#[test]
fn bad_parameters() {
    assert_one_error(
        check("", "fn f() {}"),
        "a `#[cover]` function needs at least one parameter",
    );
    assert_one_error(check("", "fn f(a: u8) {}"), "parameter `a` has no `#[levels(…)]`");
    assert_one_error(
        check("", "fn f(#[levels()] a: u8) {}"),
        "`#[levels()]` of `a` is empty",
    );
    assert_one_error(
        check("", "fn f(#[levels] a: u8) {}"),
        "`#[levels]` needs a list of levels",
    );
    assert_one_error(
        check("", "fn f(#[levels(1, 2, 1)] a: u8) {}"),
        "level `1` of `a` is listed twice",
    );
    assert_one_error(
        check("", "fn f(#[levels(1)] #[levels(2)] a: u8) {}"),
        "`#[levels]` is given twice on `a`",
    );
    assert_one_error(
        check("", "fn f(#[levels((1, 2))] (a, b): (u8, u8)) {}"),
        "the parameter pattern `(a, b)` is not supported",
    );
    assert_one_error(
        check("", "fn f(&self, #[levels(1)] a: u8) {}"),
        "a `#[cover]` function cannot take `self`",
    );
    assert_one_error(
        check("", "fn f<T>(#[levels(1)] a: u8) {}"),
        "a `#[cover]` function cannot be generic",
    );
    assert_one_error(
        check("", "fn f(#[levels(1 2)] a: u8) {}"),
        "cannot read the levels of `a`",
    );
    let many = (0..256).map(|i| i.to_string()).collect::<Vec<_>>().join(", ");
    assert_one_error(
        check("", &format!("fn f(#[levels({many})] a: u16) {{}}")),
        "`a` has 256 levels, at most 255",
    );
    // `mut` bindings are plain names
    assert!(check("", "fn f(#[levels(1)] mut a: u8) {}").is_ok());
}

#[test]
fn bad_signatures_and_attributes() {
    let p = "(#[levels(1, 2)] a: u8)";
    assert_one_error(
        check("", &format!("fn f{p} -> i32 {{ 0 }}")),
        "a `#[cover]` function returns `()` or",
    );
    assert_one_error(
        check("", &format!("unsafe fn f{p} {{}}")),
        "a `#[cover]` function cannot be `unsafe`",
    );
    assert_one_error(
        check("", &format!("#[test] fn f{p} {{}}")),
        "`#[test]` does not belong",
    );
    assert_one_error(
        check("", &format!("#[cover] fn f{p} {{}}")),
        "`#[cover]` is given twice",
    );
    assert_one_error(
        check("", &format!("async fn f{p} {{}}")),
        "an `async fn` needs a runtime's test attribute",
    );
    assert_one_error(
        check(
            "",
            &format!("#[should_panic] fn f{p} -> Result<(), String> {{ Ok(()) }}"),
        ),
        "`#[should_panic]` needs the function to return `()`",
    );
    assert_one_error(
        check(
            "",
            &format!("#[tokio::test] async fn f{p} -> io::Result<()> {{ Ok(()) }}"),
        ),
        "an `async` `#[cover]` function must name its error type",
    );
    for ok in [
        format!("fn f{p} -> () {{}}"),
        format!("fn f{p} -> Result<(), String> {{ Ok(()) }}"),
        format!("fn f{p} -> std::io::Result<()> {{ Ok(()) }}"),
        format!("#[tokio::test] async fn f{p} {{}}"),
        format!("#[ignore] #[should_panic(expected = \"x\")] fn f{p} {{}}"),
    ] {
        assert!(check("", &ok).is_ok(), "{ok}: {:?}", check("", &ok));
    }
}
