/// Runs the design once, then proposes follow-up rows (at most `cap` distinct new ones
/// over every round, rows of the design or of an earlier round run again not counted;
/// at most [`MAX_ROUNDS`] rounds) and runs them, with `fails(row, rng)` deciding each run; the report's
/// analysis judges before and after.
fn follow_up(
    rng: &mut Mix,
    spec: &Spec,
    levels: &[usize],
    rows: Vec<Vec<u8>>,
    fault: Option<&Interaction>,
    cap: usize,
    fails: &dyn Fn(&[u8], &mut Mix) -> bool,
) -> Followed {
    let mut all = rows;
    let mut outcomes: Vec<(usize, Outcome)> = Vec::new();
    let run = |rng: &mut Mix, r: usize, row: &[u8], outcomes: &mut Vec<(usize, Outcome)>| {
        let o = if fails(row, rng) {
            Outcome::Failed
        } else {
            Outcome::Passed
        };
        outcomes.push((r, o));
    };
    for (r, row) in all.iter().enumerate() {
        run(rng, r, row, &mut outcomes);
    }
    let judge = |all: &[Vec<u8>], outcomes: &[(usize, Outcome)]| {
        let rec = record(levels, spec.lambda, spec.seed, all.to_vec(), "follow");
        let t = tally(&rec, outcomes.iter().copied()).expect("valid spec");
        let a = analyse(&t);
        (t, a)
    };
    let is = |t: &heddle_store::Tallies, i: usize| fault.is_some_and(|f| &t.item(i).interaction == f);
    let unique = |t: &heddle_store::Tallies, a: &cargo_heddle::analysis::Analysis| {
        a.suspects.first().is_some_and(|s| is(t, s.interaction))
            && a.suspects.iter().filter(|s| s.explains > 0).count() == 1
    };
    let (mut t, mut a) = judge(&all, &outcomes);
    let mut out = Followed {
        unique_before: unique(&t, &a),
        first_before: a.suspects.first().is_some_and(|s| is(&t, s.interaction)),
        failed: a.failures > 0,
        ..Followed::default()
    };
    while out.rounds < MAX_ROUNDS {
        let Some(p) = propose(spec, &all, &t, &a, cap - out.rows) else {
            break;
        };
        out.rounds += 1;
        for (row, repeat) in &p.rows {
            // a recorded row run again is no new configuration
            if !all.contains(row) {
                out.rows += 1;
            }
            for _ in 0..*repeat {
                all.push(row.clone());
                run(rng, all.len() - 1, row, &mut outcomes);
                out.runs += 1;
            }
        }
        (t, a) = judge(&all, &outcomes);
    }
    out.unique_after = unique(&t, &a);
    out
}

fn localisation_with_follow_ups(trials: usize) {
    println!("follow-up rows (at most k per trial, k = number of factors), one run of the design:");
    // a deterministic pair at λ = 1
    let (mut before, mut first, mut after, mut rows, mut runs, mut rounds) = (0, 0, 0, 0, 0, 0);
    let (mut most, mut over_k) = (0usize, 0usize);
    for trial in 0..trials {
        let mut rng = Mix(500_000 + trial as u64);
        let (levels, design, _, spec) = random_spec(&mut rng, 1);
        let fault = plant(&mut rng, &design);
        let k = levels.len();
        let f = follow_up(&mut rng, &spec, &levels, design, Some(&fault), k, &|row, _| {
            fault.in_row(row)
        });
        before += f.unique_before as usize;
        first += f.first_before as usize;
        after += f.unique_after as usize;
        rows += f.rows;
        runs += f.runs;
        rounds += f.rounds;
        most = most.max(f.rows);
        over_k += (f.rows > k) as usize;
    }
    let pct = |n: usize| 100.0 * n as f64 / trials as f64;
    println!(
        "  deterministic pair, lambda 1: ranked first {:.1}% and uniquely named {:.1}% before; \
         uniquely named {:.1}% after (target ≥ 98%)",
        pct(first),
        pct(before),
        pct(after),
    );
    println!(
        "    per trial: {:.2} new rows ({:.2} runs of follow-up rows, new or run again), {:.2} rounds on \
         average; at most {most} new rows, more than k in {over_k} trials",
        rows as f64 / trials as f64,
        runs as f64 / trials as f64,
        rounds as f64 / trials as f64
    );

    // a flaky pair at λ = 2, failing with probability 0.5 in each run
    let (mut before, mut after, mut rows, mut runs, mut seen, mut after_seen) = (0, 0, 0, 0, 0, 0);
    let (mut rounds, mut most_rounds, mut capped) = (0, 0usize, 0usize);
    for trial in 0..trials {
        let mut rng = Mix(600_000 + trial as u64);
        let (levels, design, _, spec) = random_spec(&mut rng, 2);
        let fault = plant(&mut rng, &design);
        let k = levels.len();
        let f = follow_up(&mut rng, &spec, &levels, design, Some(&fault), k, &|row, rng| {
            fault.in_row(row) && rng.unit() < 0.5
        });
        before += f.unique_before as usize;
        after += f.unique_after as usize;
        rows += f.rows;
        runs += f.runs;
        rounds += f.rounds;
        most_rounds = most_rounds.max(f.rounds);
        capped += (f.rounds >= MAX_ROUNDS) as usize;
        seen += f.failed as usize;
        after_seen += (f.failed && f.unique_after) as usize;
    }
    let per = |n: usize, of: usize| n as f64 / of.max(1) as f64;
    println!(
        "  flaky pair (p = 0.5), lambda 2: uniquely named {:.1}% before, {:.1}% after, over all {trials} trials \
         (target ≥ 90%)",
        pct(before),
        pct(after),
    );
    println!(
        "    some row failed in {:.1}% of trials: the ceiling over all trials (nothing to follow up in the \
         others); of the {seen} trials with a failure, uniquely named {:.1}% after",
        pct(seen),
        100.0 * per(after_seen, seen),
    );
    println!(
        "    per trial with a failure: {:.2} new rows, {:.2} runs of follow-up rows (new or run again), \
         {:.2} rounds; at most {most_rounds} rounds, the cap of {MAX_ROUNDS} reached in {capped} trials",
        per(rows, seen),
        per(runs, seen),
        per(rounds, seen),
    );

    // nothing wrong: no fault planted
    let mut proposed = 0;
    for trial in 0..trials {
        let mut rng = Mix(700_000 + trial as u64);
        let lambda = 1 + (trial % 3) as u32;
        let (levels, design, _, spec) = random_spec(&mut rng, lambda);
        let k = levels.len();
        let f = follow_up(&mut rng, &spec, &levels, design, None, k, &|_, _| false);
        proposed += (f.rounds > 0) as usize;
    }
    println!(
        "  nothing wrong (lambda 1..3): follow-up rows proposed in {proposed} of {trials} trials (must be 0)"
    );
}

fn report_speed() {
    let mut rng = Mix(5);
    let mut suites = Vec::new();
    let mut total = 0usize;
    for s in 0..50 {
        let (levels, rows, seed) = random_design(&mut rng, 3);
        let rec = record(&levels, 3, seed, rows, &format!("suite_{s}"));
        let per_suite = 100_000 / 50;
        let mut recs = Vec::with_capacity(per_suite);
        for i in 0..per_suite {
            let row = i % rec.rows.len();
            let fail = rng.unit() < 0.02;
            let mut rec_row = fixture::row(&rec, row, if fail { Outcome::Failed } else { Outcome::Passed });
            rec_row.run = "bench".into();
            rec_row.message = fail.then(|| "assertion failed".to_string());
            recs.push(rec_row);
        }
        total += recs.len();
        suites.push(SuiteRecords {
            spec: rec,
            rows: recs,
            unfinished: Vec::new(),
        });
    }
    let records = Records {
        runs: Vec::new(),
        suites,
        stats: ReadStats::default(),
    };
    let started = Instant::now();
    let rep = report::build(&records, &[], 0.95, false);
    let table = report::render(&rep, Format::Table, false);
    let json = report::render(&rep, Format::Json, false);
    let elapsed = started.elapsed();
    println!(
        "report over {total} row records in {} suites: {:.0} ms (table {} KiB, json {} KiB; target ≤ 2 s)",
        rep.suites.len(),
        elapsed.as_secs_f64() * 1e3,
        table.len() / 1024,
        json.len() / 1024
    );
}
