using System.Collections.Immutable;
using System.Text.Json;
using FeederLocate.Core.Evidence;
using FeederLocate.Core.Model;

namespace FeederLocate.Core.Formats;

/// <summary>The protection context of an incident as read: reclosing, fuses and relay results.</summary>
internal sealed record ProtectionParts(
    Reclosing? Reclosing,
    ImmutableDictionary<SwitchId, FuseCondition> Fuses,
    ImmutableArray<RelayResult> Relays);

/// <summary>
/// Reads the optional protection fields of an incident (<c>reclosing</c>, <c>fuses</c>, <c>relays</c>)
/// and checks each device against the grid: the reclosing device must be a breaker or recloser, fuses
/// must be fuses, relays sit at breakers and reclosers.
/// </summary>
internal static class ProtectionReader
{
    public static ProtectionParts Read(ElementReader root, Grid? grid, IssueLog log) =>
        new(Reclosing(root, grid), Fuses(root, grid, log), Relays(root, grid, log));

    private static Reclosing? Reclosing(ElementReader root, Grid? grid)
    {
        if (root.Object("reclosing", required: false, nestedKind: "reclosing") is not { } r)
        {
            return null;
        }

        var device = r.RequiredString("device");
        var attempts = r.RequiredNumber("attempts", NumberRange.Any);
        var result = GridFormat.Choice(r, "result", IncidentFormat.ReclosingResults);
        r.WarnUnknownFields();
        if (attempts is { } a && (a != Math.Floor(a) || a is < 0 or > Evidence.Reclosing.MaximumAttempts))
        {
            r.Error("attempts", $"must be a whole number from 0 to {Evidence.Reclosing.MaximumAttempts}, got {ElementReader.Format(a)}");
            attempts = null;
        }

        if (device is not null)
        {
            CheckKind(r, "device", device, grid, "a breaker or recloser", SwitchKind.Breaker, SwitchKind.Recloser);
        }

        return device is null || attempts is null || result is null ? null : new Reclosing(new SwitchId(device), (int)attempts.Value, result.Value);
    }

    private static ImmutableDictionary<SwitchId, FuseCondition> Fuses(ElementReader root, Grid? grid, IssueLog log)
    {
        var fuses = ImmutableDictionary.CreateBuilder<SwitchId, FuseCondition>();
        if (root.Raw("fuses") is not { } raw || raw.ValueKind == JsonValueKind.Null)
        {
            return fuses.ToImmutable();
        }

        if (raw.ValueKind != JsonValueKind.Object)
        {
            root.Error("fuses", $"must be an object of fuse id to \"blown\" or \"intact\", got {ElementReader.Describe(raw)}");
            return fuses.ToImmutable();
        }

        foreach (var property in raw.EnumerateObject())
        {
            var field = $"fuses.{property.Name}";
            var id = new SwitchId(property.Name);
            if (grid is not null && !grid.HasSwitch(id))
            {
                log.Error("incident", "file", field, $"refers to unknown switch \"{property.Name}\"");
                continue;
            }

            if (grid is not null && grid.Switch(id).Kind != SwitchKind.Fuse)
            {
                log.Error("incident", "file", field, $"must name a fuse; {property.Name} is a {GridFormat.Name(grid.Switch(id).Kind)}");
                continue;
            }

            if (property.Value.ValueKind == JsonValueKind.String
                && IncidentFormat.FuseConditions.TryGetValue(property.Value.GetString()!, out var condition))
            {
                fuses[id] = condition;
            }
            else
            {
                log.Error("incident", "file", field, $"must be \"blown\" or \"intact\", got {ElementReader.Describe(property.Value)}");
            }
        }

        return fuses.ToImmutable();
    }

    private static ImmutableArray<RelayResult> Relays(ElementReader root, Grid? grid, IssueLog log)
    {
        var relays = ImmutableArray.CreateBuilder<RelayResult>();
        if (root.Array("relays", required: false) is not { } array)
        {
            return relays.ToImmutable();
        }

        var seen = new HashSet<string>(StringComparer.Ordinal);
        var index = 0;
        foreach (var item in array)
        {
            if (ElementReader.ForItem(item, "relay", index++, log) is not { } first)
            {
                continue;
            }

            var device = first.RequiredString("device");
            var r = device is null ? first : new ElementReader(item, "relay", device, log);
            _ = r.RequiredString("device");
            var direction = GridFormat.Choice(r, "earthFaultDirection", IncidentFormat.EarthFaultDirections, required: false);
            var reactance = r.OptionalNumber("faultReactanceOhm", NumberRange.AtLeast(0));
            r.WarnUnknownFields();
            if (device is null)
            {
                continue;
            }

            if (!r.Has("earthFaultDirection") && !r.Has("faultReactanceOhm"))
            {
                r.Error("earthFaultDirection", "or faultReactanceOhm is required: a relay entry reports at least one of them");
            }

            if (!seen.Add(device))
            {
                r.Error("device", "is listed more than once; give one relay entry per device");
                continue;
            }

            if (CheckKind(r, "device", device, grid, "a breaker or recloser", SwitchKind.Breaker, SwitchKind.Recloser))
            {
                relays.Add(new RelayResult(new SwitchId(device), direction, reactance));
            }
        }

        return relays.ToImmutable();
    }

    /// <summary>Reports an unknown device or one of the wrong kind; true when the reference is good (or no grid is given).</summary>
    private static bool CheckKind(ElementReader r, string field, string device, Grid? grid, string wanted, params SwitchKind[] kinds)
    {
        if (grid is null)
        {
            return true;
        }

        var id = new SwitchId(device);
        if (!grid.HasSwitch(id))
        {
            r.Error(field, $"refers to unknown switch \"{device}\"");
            return false;
        }

        if (!kinds.Contains(grid.Switch(id).Kind))
        {
            r.Error(field, $"must be {wanted}; {device} is a {GridFormat.Name(grid.Switch(id).Kind)}");
            return false;
        }

        return true;
    }
}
----------
Action item:
Search the records above for the word "faultReactanceOhm", then say how many lines contain it. Give the number alone.

Result of this task:
3